◆ WORK ITEM ◆
After locating the line that contains "Rational *big.Rat" in the records below, write out exactly that line and each line after it through the one that contains "for _, f := range", and nothing else.

◆ EXTRACTED DATA ◆
package exact

import "context"

// solve returns the wanted block determinants and the numerators of a system
// by the method that is estimated to be faster; see solveModular for the
// meaning of the results.
func (y *system) solve(ctx context.Context, wantDet []bool) ([]Poly, []Poly, error) {
	plans, cost := y.frontierPlans(wantDet)
	if plans != nil && (cost < modularSetup || cost < y.leastModularCost()) {
		return y.solveFrontier(ctx, plans, wantDet)
	}
	plan, err := y.order(ctx)
	if err != nil {
		return nil, nil, err
	}
	r := y.newModularRun(plan, wantDet)
	if plans != nil && cost < r.cost() {
		return y.solveFrontier(ctx, plans, wantDet)
	}
	return r.solve(ctx, y, wantDet)
}

// frontierPlans returns a plan for every pair of borders, the first with the
// determinant if that is wanted, and the estimated time in nanoseconds; nil
// if the system is not chain-like or falls into several blocks.
func (y *system) frontierPlans(wantDet []bool) ([]*frontierPlan, float64) {
	if len(y.end) != 1 {
		return nil, 0
	}
	if y.outs*y.rhs == 0 {
		p := y.planFrontier(-1, -1, true)
		if p == nil {
			return nil, 0
		}
		return []*frontierPlan{p}, p.cost
	}
	var plans []*frontierPlan
	cost := 0.0
	for o := range y.outs {
		for j := range y.rhs {
			p := y.planFrontier(o, j, wantDet[0] && plans == nil)
			if p == nil {
				return nil, 0
			}
			plans = append(plans, p)
			cost += p.cost
		}
	}
	return plans, cost
}

// modularSetup is about the time in nanoseconds that ordering and compiling
// take for the smallest systems.
const modularSetup = 2e4

// leastModularCost is a lower estimate, in nanoseconds, of the time the
// modular method takes, from sizes alone.
func (y *system) leastModularCost() float64 {
	const perEntry = 4.0
	entries := 0
	for _, r := range y.rows {
		entries += len(r)
	}
	dets, _ := y.coefficientBounds()
	degrees, _ := y.degreeBounds()
	sum := modularSetup
	for b, bits := range dets {
		sum += perEntry * float64(entries) * float64(degrees[b]+1) * float64(primesFor(bits))
	}
	return sum
}
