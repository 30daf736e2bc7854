package exact

import (
	"context"
	"errors"
	"math/big"
	"slices"
	"sync"

	"portlight/dialect/number"
)

// ErrZeroPolynomial is returned where the roots of the zero polynomial are
// asked for.
var ErrZeroPolynomial = errors.New("the zero polynomial has no definite roots")

// Root is a root of a polynomial with real coefficients, enclosed: it lies in
// Re + j·Im, and no other root does.
type Root struct {
	Re, Im       number.Ball
	Multiplicity int
	// Real and Imaginary are decided exactly: the root is on the real or on the
	// imaginary axis (the root 0 is on both). Then the other part is exactly 0.
	Real, Imaginary bool
	// Rational is the root itself where it is known to be a rational number,
	// else nil. It must not be modified.
	Rational *big.Rat
	// Radius bounds the distance of the root from the centre of the balls.
	Radius *big.Float
}

// Ball returns the enclosure of the root.
func (r Root) Ball() number.ComplexBall { return number.ComplexBall{Re: r.Re, Im: r.Im} }

// RootSet holds the roots of one polynomial and refines them on demand. It may
// be used by several goroutines at once.
type RootSet struct {
	zeros int // multiplicity of the root 0
	units []*rootUnit
	order []rootPlace
	mu    sync.Mutex
	cache map[uint][]Root
}

// rootUnit is a square-free polynomial whose roots are found together. The roots
// asked for are those of poly, or their square roots where squared is set (then
// poly is g with a factor g(s²) of the polynomial).
type rootUnit struct {
	multiplicity int
	squared      bool
	solver       *rootSolver
	bits         uint // least precision of the ball of a root known exactly
}

// rootPlace names a root of a unit: the index among the solver's essential
// roots (real ones and those of the upper half plane), and which of the roots
// that it stands for.
type rootPlace struct {
	unit, index int
	branch      int
}

// basePrecision is the relative precision in bits to which roots are found at
// first: 2^-50 is below 1e-15.
const basePrecision = 50

// Roots finds the roots of p with their multiplicities: 0 by inspection, the
// others by certified simultaneous iteration on the square-free factors. The
// error is [ErrZeroPolynomial] or the context's.
//
// Which roots are on the imaginary axis is decided apart: with p(s) = E(s²) +
// s·O(s²) square-free, they are common to E and O. The factor g(s²), g = gcd(E,
// O), is split off and g solved; a root −ω² < 0 of g makes the roots ±jω.
func Roots(ctx context.Context, p Poly) (*RootSet, error) {
	if p.IsZero() {
		return nil, ErrZeroPolynomial
	}
	set := &RootSet{zeros: p.Order(), cache: map[uint][]Root{}}
	for _, f := range SquareFree(p.Shift(-p.Order())) {
		for _, part := range splitEven(f.Poly) {
			if err := ctx.Err(); err != nil {
				return nil, err
			}
			part.multiplicity = f.Multiplicity
			if err := part.solver.refine(ctx, basePrecision+1); err != nil {
				return nil, err
			}
			set.units = append(set.units, part)
		}
	}
	if err := set.separate(ctx); err != nil {
		return nil, err
	}
	return set, nil
}

// splitEven returns the units of a square-free f with f(0) ≠ 0.
func splitEven(f Poly) []*rootUnit {
	even, odd := f.EvenOdd()
	g := GCD(even, odd)
	if odd.IsZero() {
		g = even.Primitive()
	}
	var units []*rootUnit
	if g.Degree() > 0 {
		units = append(units, &rootUnit{squared: true, solver: newRootSolver(g)})
		f = f.Quo(spread(g))
	}
	if f.Degree() > 0 {
		units = append(units, &rootUnit{solver: newRootSolver(f)})
	}
	return units
}

// spread returns g(s²).
func spread(g Poly) Poly {
	c, den := g.Ints()
	wide := make([]*big.Int, 2*len(c)-1)
	for i, v := range c {
		wide[2*i] = v
	}
	return PolyFromInts(wide, den)
}

// Count returns the number of roots, multiple ones counted once.
func (s *RootSet) Count() int {
	n := len(s.order)
	if s.zeros > 0 {
		n++
	}
	return n
}

// At returns the roots in balls whose radius is at most 2^-prec of the root's
// magnitude. The order is by real part, where these agree to about 2^-50 of the
// magnitudes by the imaginary part's magnitude, with conjugates side by side, and
// does not depend on prec.
func (s *RootSet) At(prec uint) ([]Root, error) { return s.AtContext(context.Background(), prec) }

// AtContext is At with a way to stop it; the error is the context's.
func (s *RootSet) AtContext(ctx context.Context, prec uint) ([]Root, error) {
	prec = max(prec, basePrecision)
	s.mu.Lock()
	defer s.mu.Unlock()
	if known, ok := s.cache[prec]; ok {
		return slices.Clone(known), nil
	}
	for _, u := range s.units {
		if err := u.solver.refine(ctx, int(prec)+1); err != nil {
			return nil, err
		}
	}
	roots := s.collect(prec)
	if len(s.cache) > 16 {
		clear(s.cache)
	}
	s.cache[prec] = roots
	return slices.Clone(roots), nil
}
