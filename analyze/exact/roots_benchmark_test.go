package exact

import (
	"context"
	"fmt"
	"math/big"
	"testing"
)

// gridPoly is the denominator of an RC mesh of k×k nodes with unequal values.
func gridPoly(t testing.TB, k int) Poly {
	p := NewPencil(k * k)
	edge := func(a, b int, g int64) {
		y := big.NewRat(g, 1000)
		p.Add(a, a, y, nil)
		p.Add(b, b, y, nil)
		p.Add(a, b, new(big.Rat).Neg(y), nil)
		p.Add(b, a, new(big.Rat).Neg(y), nil)
	}
	for r := range k {
		for c := range k {
			i := r*k + c
			p.Add(i, i, nil, big.NewRat(int64(10+(i*37)%23), 1000000000))
			if c+1 < k {
				edge(i, i+1, int64(10+(i*53)%17))
			}
			if r+1 < k {
				edge(i, i+k, int64(10+(i*29)%19))
			}
		}
	}
	p.Add(0, 0, big.NewRat(1, 50), nil)
	q, err := p.Prepare(context.Background())
	if err != nil {
		t.Fatal(err)
	}
	d, err := q.DeterminantContext(context.Background())
	if err != nil {
		t.Fatal(err)
	}
	return d
}

// unequalLadder is a ladder of n sections with values like those of a filter.
func unequalLadder(n int) Poly {
	u, i := Constant(big.NewRat(1, 1)), Constant(big.NewRat(1, 600))
	for k := range int64(n) {
		z := NewPoly(big.NewRat(10+k%7, 10), big.NewRat(47+(k*13)%29, 100000))
		y := NewPoly(big.NewRat(1, 1000000), big.NewRat(22+(k*17)%31, 1000000000))
		u = u.Add(z.Mul(i))
		i = i.Add(y.Mul(u))
	}
	return u.Add(i.Scale(big.NewRat(50, 1)))
}

// Targets, to a relative radius of 1e-15 on one thread: ladders of 10/20/50/100
// sections 0.2/0.6/6/30 ms; meshes of 5²/7²/10² nodes 1/6/40 ms.
func BenchmarkRoots(b *testing.B) {
	run := func(name string, p Poly) {
		b.Run(name, func(b *testing.B) {
			b.ReportAllocs()
			for b.Loop() {
				set, err := Roots(context.Background(), p)
				if err != nil {
					b.Fatal(err)
				}
				if _, err := set.At(50); err != nil {
					b.Fatal(err)
				}
			}
		})
	}
	for _, n := range []int{10, 20, 50, 100} {
		run(fmt.Sprintf("ladder/%d", n), unequalLadder(n))
	}
	for _, k := range []int{5, 7, 10} {
		run(fmt.Sprintf("mesh/%d", k), gridPoly(b, k))
	}
}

◆ RESPONSE BOX ◆
	Rational *big.Rat
	// Radius bounds the distance of the root from the centre of the balls.
	Radius *big.Float
}

// Ball returns the enclosure of the root.
func (r Root) Ball() number.ComplexBall { return number.ComplexBall{Re: r.Re, Im: r.Im} }

// RootSet holds the roots of one polynomial and refines them on demand. It may
// be used by several goroutines at once.
type RootSet struct {
	zeros int // multiplicity of the root 0
	units []*rootUnit
	order []rootPlace
	mu    sync.Mutex
	cache map[uint][]Root
}

// rootUnit is a square-free polynomial whose roots are found together. The roots
// asked for are those of poly, or their square roots where squared is set (then
// poly is g with a factor g(s²) of the polynomial).
type rootUnit struct {
	multiplicity int
	squared      bool
	solver       *rootSolver
	bits         uint // least precision of the ball of a root known exactly
}

// rootPlace names a root of a unit: the index among the solver's essential
// roots (real ones and those of the upper half plane), and which of the roots
// that it stands for.
type rootPlace struct {
	unit, index int
	branch      int
}

// basePrecision is the relative precision in bits to which roots are found at
// first: 2^-50 is below 1e-15.
const basePrecision = 50

// Roots finds the roots of p with their multiplicities: 0 by inspection, the
// others by certified simultaneous iteration on the square-free factors. The
// error is [ErrZeroPolynomial] or the context's.
//
// Which roots are on the imaginary axis is decided apart: with p(s) = E(s²) +
// s·O(s²) square-free, they are common to E and O. The factor g(s²), g = gcd(E,
// O), is split off and g solved; a root −ω² < 0 of g makes the roots ±jω.
func Roots(ctx context.Context, p Poly) (*RootSet, error) {
	if p.IsZero() {
		return nil, ErrZeroPolynomial
	}
	set := &RootSet{zeros: p.Order(), cache: map[uint][]Root{}}
	for _, f := range SquareFree(p.Shift(-p.Order())) {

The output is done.